Problem requirements: Please repeat the lines below exactly. Begin with the line containing "from typing import Final" and go on through the line containing "while len(self._kept) >".

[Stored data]
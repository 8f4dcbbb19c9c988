"""Charts of a cell: specs for the script, drawn pictures for everybody, kept by the look they show."""

from __future__ import annotations

import re
import threading
from collections import OrderedDict
from collections.abc import Callable, Hashable
from typing import Final

import structlog
from markupsafe import Markup

from watcher.errors import WatcherError
from watcher.report.charts import THEMES, Spec
from watcher.text import safe

_KEPT: Final = 256
_ID: Final = re.compile(r'\bid="([^"]+)"')
_USE: Final = re.compile(r'(url\(#|href="#)([^")]+)')
_CLASS: Final = re.compile(r'^(<svg[^>]*?) class="[^"]*"')
_ROLES: Final = {
    THEMES["light"].paper: "paper",
    THEMES["light"].ink: "ink",
    THEMES["light"].muted: "muted",
    THEMES["light"].grid: "grid",
    THEMES["light"].accent: "accent",
}
"""Colours of the drawn picture and the page's own colours that take their place, so that one picture fits light and dark."""
log = structlog.get_logger("watcher.web")


class Gallery:
    """Drawn charts by (what, look): a picture is drawn once for each look that changed it."""

    def __init__(self, render: Callable[[Spec], str] | None) -> None:
        self._render = render
        self._kept: OrderedDict[Hashable, Markup] = OrderedDict()
        self._lock = threading.Lock()

    def picture(self, key: Hashable, prefix: str, spec: Callable[[], Spec]) -> Markup | None:
        """Inline SVG; None when nothing draws here, or the drawing failed: the table behind it is always there.

        `prefix` (letters, digits, -) goes before every id inside.
        """
        if self._render is None:
            return None
        with self._lock:
            if key in self._kept:
                self._kept.move_to_end(key)
                return self._kept[key]
        try:
            drawn = inline(self._render(spec()), prefix)
        except (WatcherError, OSError, ValueError) as error:
            log.warning("chart not drawn", error=type(error).__name__, detail=safe(str(error), 200))
            return None
        with self._lock:
            self._kept[key] = drawn
            while len(self._kept) > _KEPT:
                self._kept.popitem(last=False)
        return drawn


def inline(svg: str, prefix: str) -> Markup:
    """A drawn chart made fit to stand in a page: ids of its own, the page's colours, as wide as there is room.

    Ids are numbered anew: the engine counts them up from picture to picture.
    """
    names = {name: f"{prefix}-{n}" for n, name in enumerate(dict.fromkeys(_ID.findall(svg)))}
    svg = _ID.sub(lambda m: f'id="{names[m.group(1)]}"', svg)
    svg = _USE.sub(lambda m: m.group(1) + names.get(m.group(2), m.group(2)), svg)
    for colour, role in _ROLES.items():
        svg = svg.replace(f'"{colour}"', f'"var(--{role})"')
    # Width, height and the rest of its look are the style sheet's, by this class.
    svg = _CLASS.sub(r"\1", svg.strip(), count=1).replace("<svg", '<svg class="drawn"', 1)
    return Markup(svg)  # noqa: S704 - numbers and safe text, drawn by our own renderer
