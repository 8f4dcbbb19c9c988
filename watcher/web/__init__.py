"""The board, the JSON API and their gate: read the ledger, compute nothing."""
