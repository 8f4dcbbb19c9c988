"""Any list of the API as CSV: nested names joined by dots, every cell safe for a spreadsheet."""

from __future__ import annotations

import csv
import io
import json
from collections.abc import Mapping, Sequence
from typing import Any

from starlette.responses import Response

from watcher.text import csv_cell

Row = Mapping[str, Any]


def flat(row: Row, prefix: str = "") -> dict[str, Any]:
    """One level: {"life": {"lower": 0}} becomes {"life.lower": 0}; lists and free-form facts become JSON text."""
    made: dict[str, Any] = {}
    for key, value in row.items():
        name = f"{prefix}{key}"
        if isinstance(value, Mapping) and key not in ("facts", "diagnostics", "values", "terms"):
            made.update(flat(value, name + "."))
        elif isinstance(value, Mapping | list | tuple):
            made[name] = json.dumps(value, ensure_ascii=True, sort_keys=True)
        elif isinstance(value, bool):
            made[name] = "true" if value else "false"
        else:
            made[name] = value
    return made


def csv_text(rows: Sequence[Row], columns: Sequence[str] = ()) -> str:
    """CSV of rows; the columns are those given, then every further one in the order it is met."""
    flats = [flat(row) for row in rows]
    names = dict.fromkeys(columns)
    for each in flats:
        names.update(dict.fromkeys(each))
    # A mapping that is absent in some rows leaves its own name behind; where its parts are there, they say it.
    heads = [name for name in names if not any(other.startswith(name + ".") for other in names)]
    out = io.StringIO()
    writer = csv.writer(out, lineterminator="\r\n")
    writer.writerow([csv_cell(name) for name in heads])
    writer.writerows([csv_cell(each.get(name)) for name in heads] for each in flats)
    return out.getvalue()


def csv_answer(rows: Sequence[Row], name: str, columns: Sequence[str] = ()) -> Response:
    """A download called `name`.csv (our own text)."""
    headers = {"Content-Disposition": f'attachment; filename="{name}.csv"'}
    return Response(csv_text(rows, columns), headers=headers, media_type="text/csv; charset=utf-8")
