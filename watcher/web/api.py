"""The JSON API, version 1."""

# No postponed annotations here: the routes' parameters name objects that live inside `router`.

import json
import math
from collections.abc import Mapping
from datetime import date
from typing import Annotated, Any, Final, Literal
from urllib.parse import quote, urlencode

from fastapi import APIRouter, Depends, FastAPI, Path, Query, Request, Security
from starlette.responses import JSONResponse, Response

from watcher import wording
from watcher.answer import event_json, rfc3339, standing_json
from watcher.ledger.store import Ledger
from watcher.ledger.terms import canonical_terms
from watcher.records import EVENTS, Cell, Standing, StoredTerm
from watcher.report import charts
from watcher.web import reading, schema
from watcher.web.access import BEARER, Access, Visitor
from watcher.web.events import place
from watcher.web.places import from_segment
from watcher.web.problems import MEDIA_TYPE, Refused
from watcher.web.reading import Board
from watcher.web.reports import grouped, stored_file
from watcher.web.site import Site
from watcher.web.tables import csv_answer

Form = Literal["json", "csv"]
Name = Annotated[str, Path(description="A slash in a name is written %252F, a percent sign %2525.")]
SliceId = Annotated[str, Query(alias="slice", max_length=16, description="Id of a slice; the whole without it.")]
_KINDS: Final = f"^({'|'.join(EVENTS)})?$"
_TEXT_CSV: Final[dict[str, Any]] = {"text/csv": {"schema": {"type": "string"}}}


def _problems(*statuses: int) -> dict[int | str, dict[str, Any]]:
    every = (400, 401, 403, 413, 421, 422, 429, 500, 503, *statuses)
    body = {"content": {MEDIA_TYPE: {"schema": {"$ref": "#/components/schemas/Problem"}}}}
    return {status: {"description": "Problem", **body} for status in sorted(every)}


def _csv_too() -> dict[int | str, dict[str, Any]]:
    return {200: {"description": "JSON, or CSV with format=csv", "content": _TEXT_CSV}}


def router(app: FastAPI, site: Site, access: Access, board: Board) -> APIRouter:
    """Everything below /api/v1."""
    made = APIRouter(dependencies=[Security(BEARER)], responses=_problems(404, 405))
    reader = Depends(access.reader)

    @made.get("/openapi.json", include_in_schema=False)
    def document(visitor: Annotated[Visitor, reader]) -> Response:
        del visitor
        return JSONResponse(openapi(app))

    _standing_routes(made, site, access, board)
    _history_routes(made, site, access)
    _happening_routes(made, site, access)
    _archive_routes(made, site, access)
    _acting_routes(made, site, access)
    return made


def _standing_routes(made: APIRouter, site: Site, access: Access, board: Board) -> None:
    """Where promises stand."""
    reader = Depends(access.reader)

    @made.get("/promises", response_model=schema.Promises, responses=_csv_too())
    def promises(
        visitor: Annotated[Visitor, reader],
        state: Literal["breached", "supported", "undecided"] | None = None,
        format: Form = "json",  # noqa: A002 - the name in the address
    ) -> Any:
        """Every open promise, as a whole; precomputed by the newest look."""
        del visitor
        ledger = site.ledger()
        head, found = board.read(ledger)
        rows = [standing(each.whole) for each in found if state in (None, each.whole.state)]
        if format == "csv":
            return csv_answer(rows, "promises")
        return {"at": rfc3339(reading.at(ledger.newest_at())), "look": head.look, "head": head.digest, "promises": rows}

    @made.get("/promises/{name}/{version}", response_model=schema.Promise, responses=_csv_too())
    def promise(visitor: Annotated[Visitor, reader], name: Name, version: Name, format: Form = "json") -> Any:  # noqa: A002
        """One promise version with its slices and its frozen terms; the CSV holds the whole and the slices."""
        del visitor
        ledger, stored = _stored(site, name, version)
        found = ledger.standings(promise=stored.terms.promise, version=stored.terms.version)
        rows = [standing(each) for each in found]
        if format == "csv":
            return csv_answer(rows, "promise")
        whole = next((each for each in found if not each.column), None)
        if whole is None:
            raise Refused(404, "nothing-yet", "This promise has no verdict yet.")
        head, unit = ledger.head(), site.units().get((whole.promise, whole.version), "sample")
        return {
            "at": rfc3339(reading.at(ledger.newest_at())),
            "look": head.look,
            "head": head.digest,
            "sentence": wording.sentence(whole, stored.terms, unit),
            "flags": list(wording.flag_sentences(whole, stored.terms)),
            "terms": json.loads(canonical_terms(stored.terms)),
            "whole": standing(whole),
            "slices": [row for row in rows if row["slice"] is not None],
        }


def _history_routes(made: APIRouter, site: Site, access: Access) -> None:
    """How they came there, by day."""
    reader = Depends(access.reader)

    @made.get("/promises/{name}/{version}/history", response_model=schema.History, responses=_csv_too())
    def history(
        request: Request,
        visitor: Annotated[Visitor, reader],
        name: Name,
        version: Name,
        slice_: SliceId = "",
        before: date | None = None,
        limit: Annotated[int, Query(ge=1, le=1000)] = 100,
        format: Form = "json",  # noqa: A002
    ) -> Any:
        """The last verdict of each UTC day, newest first, before a day."""
        del visitor
        ledger, stored = _stored(site, name, version)
        cell = _cell(ledger, stored, slice_)
        terms = stored.terms
        found = ledger.history(terms.promise, terms.version, *cell.key, before=before, limit=limit + 1)
        days = [{"day": day.isoformat(), "look": look, "standing": standing(s)} for day, look, s in found[:limit]]
        if format == "csv":
            return csv_answer(days, "history")
        more = {"before": days[-1]["day"], "limit": limit} if len(found) > limit else None
        return {"days": days, "next": _next(request, more, slice=slice_)}

    @made.get("/promises/{name}/{version}/counts", response_model=schema.DayCounts, responses=_csv_too())
    def counts(
        visitor: Annotated[Visitor, reader],
        name: Name,
        version: Name,
        slice_: SliceId = "",
        format: Form = "json",  # noqa: A002
    ) -> Any:
        """Predictions and labels by local day, the last 400 days."""
        del visitor
        ledger, stored = _stored(site, name, version)
        cell = _cell(ledger, stored, slice_)
        rows = reading.history(ledger, stored.terms, cell.key)
        days = [
            {
                "day": d.day.isoformat(),
                "predictions": d.predictions,
                "labels": d.labels,
                "late": d.late,
                "sealed": d.sealed,
            }
            for d in reading.day_counts(ledger, stored, cell.key, rows)
        ]
        return csv_answer(days, "counts") if format == "csv" else {"days": days}

    @made.get("/promises/{name}/{version}/charts/{chart}", response_model=dict[str, Any])
    def chart(
        visitor: Annotated[Visitor, reader],
        name: Name,
        version: Name,
        chart: Literal["bounds", "total", "labels"],
        slice_: SliceId = "",
        scheme: charts.Scheme = "light",
    ) -> Any:
        """The specification of a chart (Vega-Lite), as the pages draw it."""
        del visitor
        ledger, stored = _stored(site, name, version)
        cell = _cell(ledger, stored, slice_)
        rows = reading.history(ledger, stored.terms, cell.key)
        drawn: dict[str, Any] = {"width": "container", "scheme": scheme, "tips": True}
        if chart == "labels":
            return charts.labels(reading.day_counts(ledger, stored, cell.key, rows), **drawn)
        return (charts.bounds if chart == "bounds" else charts.total)(rows, stored.terms, **drawn)


def _happening_routes(made: APIRouter, site: Site, access: Access) -> None:
    """What happened."""
    reader = Depends(access.reader)

    @made.get("/events", response_model=schema.Events, responses=_csv_too())
    def events(
        request: Request,
        visitor: Annotated[Visitor, reader],
        promise: Annotated[str, Query(max_length=80)] = "",
        kind: Annotated[str, Query(pattern=_KINDS)] = "",
        before: Annotated[
            str, Query(pattern=r"^([0-9]{1,15}-[0-9]{1,15})?$", description="LOOK-N: older than this event.")
        ] = "",
        limit: Annotated[int, Query(ge=1, le=1000)] = 100,
        format: Form = "json",  # noqa: A002
    ) -> Any:
        """Events, newest first."""
        del visitor
        ledger = site.ledger()
        kinds = [kind] if kind else None
        found = ledger.events(promise=promise or None, kinds=kinds, before=place(before), limit=limit + 1)
        known = {(each.terms.promise, each.terms.version): each.terms for each in ledger.terms(open_only=False)}
        rows = [
            {
                **_finite(event_json(each)),
                "sentence": wording.event_sentence(each.event, known.get((each.event.promise, each.event.version))),
            }
            for each in found[:limit]
        ]
        if format == "csv":
            return csv_answer(rows, "events")
        more = {"before": f"{rows[-1]['look']}-{rows[-1]['n']}", "limit": limit} if len(found) > limit else None
        return {"events": rows, "next": _next(request, more, promise=promise, kind=kind)}

    @made.get("/sources", response_model=schema.Sources, responses=_csv_too())
    def sources(visitor: Annotated[Visitor, reader], format: Form = "json") -> Any:  # noqa: A002
        """How the pulls of every source went."""
        del visitor
        rows = [
            {
                "source": each.source,
                "last_try": rfc3339(each.last_try),
                "last_success": rfc3339(each.last_success),
                "failures": each.failures,
                "reason": each.reason,
                "failing_since": rfc3339(each.failing_since),
            }
            for each in site.ledger().source_states()
        ]
        return csv_answer(rows, "sources") if format == "csv" else {"sources": rows}


def _archive_routes(made: APIRouter, site: Site, access: Access) -> None:
    """Weekly reports."""
    reader = Depends(access.reader)

    @made.get("/reports", response_model=schema.Reports, responses=_csv_too())
    def reports(visitor: Annotated[Visitor, reader], format: Form = "json") -> Any:  # noqa: A002
        """The archive of weekly reports, newest first."""
        del visitor
        rows = [
            {
                "week": each.week,
                "revision": each.revision,
                "final": each.final,
                "look": each.head.look,
                "head": each.head.digest,
                "created": rfc3339(each.created),
                "files": names,
            }
            for each, names in grouped(site.ledger().reports.listed())
        ]
        return csv_answer(rows, "reports") if format == "csv" else {"reports": rows}

    @made.get(
        "/reports/{week}/{revision}/{file}",
        response_class=Response,
        responses={200: {"description": "The file as it was archived", "content": {"*/*": {}}}},
    )
    def report_file(
        request: Request,
        visitor: Annotated[Visitor, reader],
        week: str,
        revision: Annotated[int, Path(ge=0, lt=10**6)],
        file: str,
    ) -> Response:
        """One file of an archived report."""
        del visitor
        return stored_file(request, site.ledger(), week, revision, file)


def _acting_routes(made: APIRouter, site: Site, access: Access) -> None:
    """What needs the role act."""
    actor = Depends(access.actor)

    @made.get("/rejects", response_model=schema.Rejects, responses=_csv_too())
    def rejects(
        visitor: Annotated[Visitor, actor],
        promise: Annotated[str, Query(min_length=1, max_length=80)],
        format: Form = "json",  # noqa: A002
    ) -> Any:
        """Rows that the newest look could not use; needs the role act, because raw rows may hold personal data."""
        del visitor
        ledger = site.ledger()
        if all(each.terms.promise != promise for each in ledger.terms(open_only=False)):
            raise Refused(404, "no-such-promise", "There is no promise of this name in the ledger.")
        found, samples = ledger.rejects(promise)
        rows = [
            {"reason": r.reason, "file": r.file, "line": r.line, "id": r.id, "values": dict(r.values)} for r in samples
        ]
        return csv_answer(rows, "rejects") if format == "csv" else {"counts": found, "samples": rows}

    @made.post("/acknowledgements", response_model=schema.Acknowledged, status_code=201, responses=_problems(404, 409))
    def acknowledge(visitor: Annotated[Visitor, actor], body: schema.Acknowledge) -> Any:
        """Acknowledge a breach; recorded with the name of the token. Needs the role act."""
        reading.find_term(site.ledger(), body.promise, body.version)
        head = access.acknowledge(visitor, body.promise, body.version, body.breach, body.why.strip())
        return {"look": head.look, "head": head.digest, "who": visitor.name}


def openapi(app: FastAPI) -> dict[str, Any]:
    """The OpenAPI document; the scheme of problems is in it although no handler returns one."""
    document = app.openapi()
    document["components"]["schemas"]["Problem"] = schema.Problem.model_json_schema(
        ref_template="#/components/schemas/{model}"
    )
    document["components"]["schemas"]["ProblemError"] = schema.ProblemError.model_json_schema()
    document["components"]["schemas"]["Problem"].pop("$defs", None)
    return document


def standing(found: Standing) -> dict[str, Any]:
    """The JSON of a look for one cell; infinities are null."""
    return dict(_finite(standing_json(found)))


def _finite(value: Any) -> Any:
    if isinstance(value, float):
        return value if math.isfinite(value) else None
    if isinstance(value, Mapping):
        return {key: _finite(inner) for key, inner in value.items()}
    return [_finite(inner) for inner in value] if isinstance(value, list) else value


def _stored(site: Site, name: str, version: str) -> tuple[Ledger, StoredTerm]:
    ledger = site.ledger()
    return ledger, reading.find_term(ledger, from_segment(name), from_segment(version))


def _cell(ledger: Ledger, stored: StoredTerm, name: str) -> Cell:
    cells = ledger.cells(stored.id)
    return reading.find_cell(cells, name) if name else cells[0]


def _next(request: Request, more: Mapping[str, Any] | None, **kept: str) -> str | None:
    if more is None:
        return None
    query = {**{key: value for key, value in kept.items() if value}, **more}
    return f"{quote(request.scope['path'])}?{urlencode(query)}"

Response for this exercise:
from typing import Final

import structlog
from markupsafe import Markup

from watcher.errors import WatcherError
from watcher.report.charts import THEMES, Spec
from watcher.text import safe

_KEPT: Final = 256
_ID: Final = re.compile(r'\bid="([^"]+)"')
_USE: Final = re.compile(r'(url\(#|href="#)([^")]+)')
_CLASS: Final = re.compile(r'^(<svg[^>]*?) class="[^"]*"')
_ROLES: Final = {
    THEMES["light"].paper: "paper",
    THEMES["light"].ink: "ink",
    THEMES["light"].muted: "muted",
    THEMES["light"].grid: "grid",
    THEMES["light"].accent: "accent",
}
"""Colours of the drawn picture and the page's own colours that take their place, so that one picture fits light and dark."""
log = structlog.get_logger("watcher.web")


class Gallery:
    """Drawn charts by (what, look): a picture is drawn once for each look that changed it."""

    def __init__(self, render: Callable[[Spec], str] | None) -> None:
        self._render = render
        self._kept: OrderedDict[Hashable, Markup] = OrderedDict()
        self._lock = threading.Lock()

    def picture(self, key: Hashable, prefix: str, spec: Callable[[], Spec]) -> Markup | None:
        """Inline SVG; None when nothing draws here, or the drawing failed: the table behind it is always there.

        `prefix` (letters, digits, -) goes before every id inside.
        """
        if self._render is None:
            return None
        with self._lock:
            if key in self._kept:
                self._kept.move_to_end(key)
                return self._kept[key]
        try:
            drawn = inline(self._render(spec()), prefix)
        except (WatcherError, OSError, ValueError) as error:
            log.warning("chart not drawn", error=type(error).__name__, detail=safe(str(error), 200))
            return None
        with self._lock:
            self._kept[key] = drawn
            while len(self._kept) > _KEPT:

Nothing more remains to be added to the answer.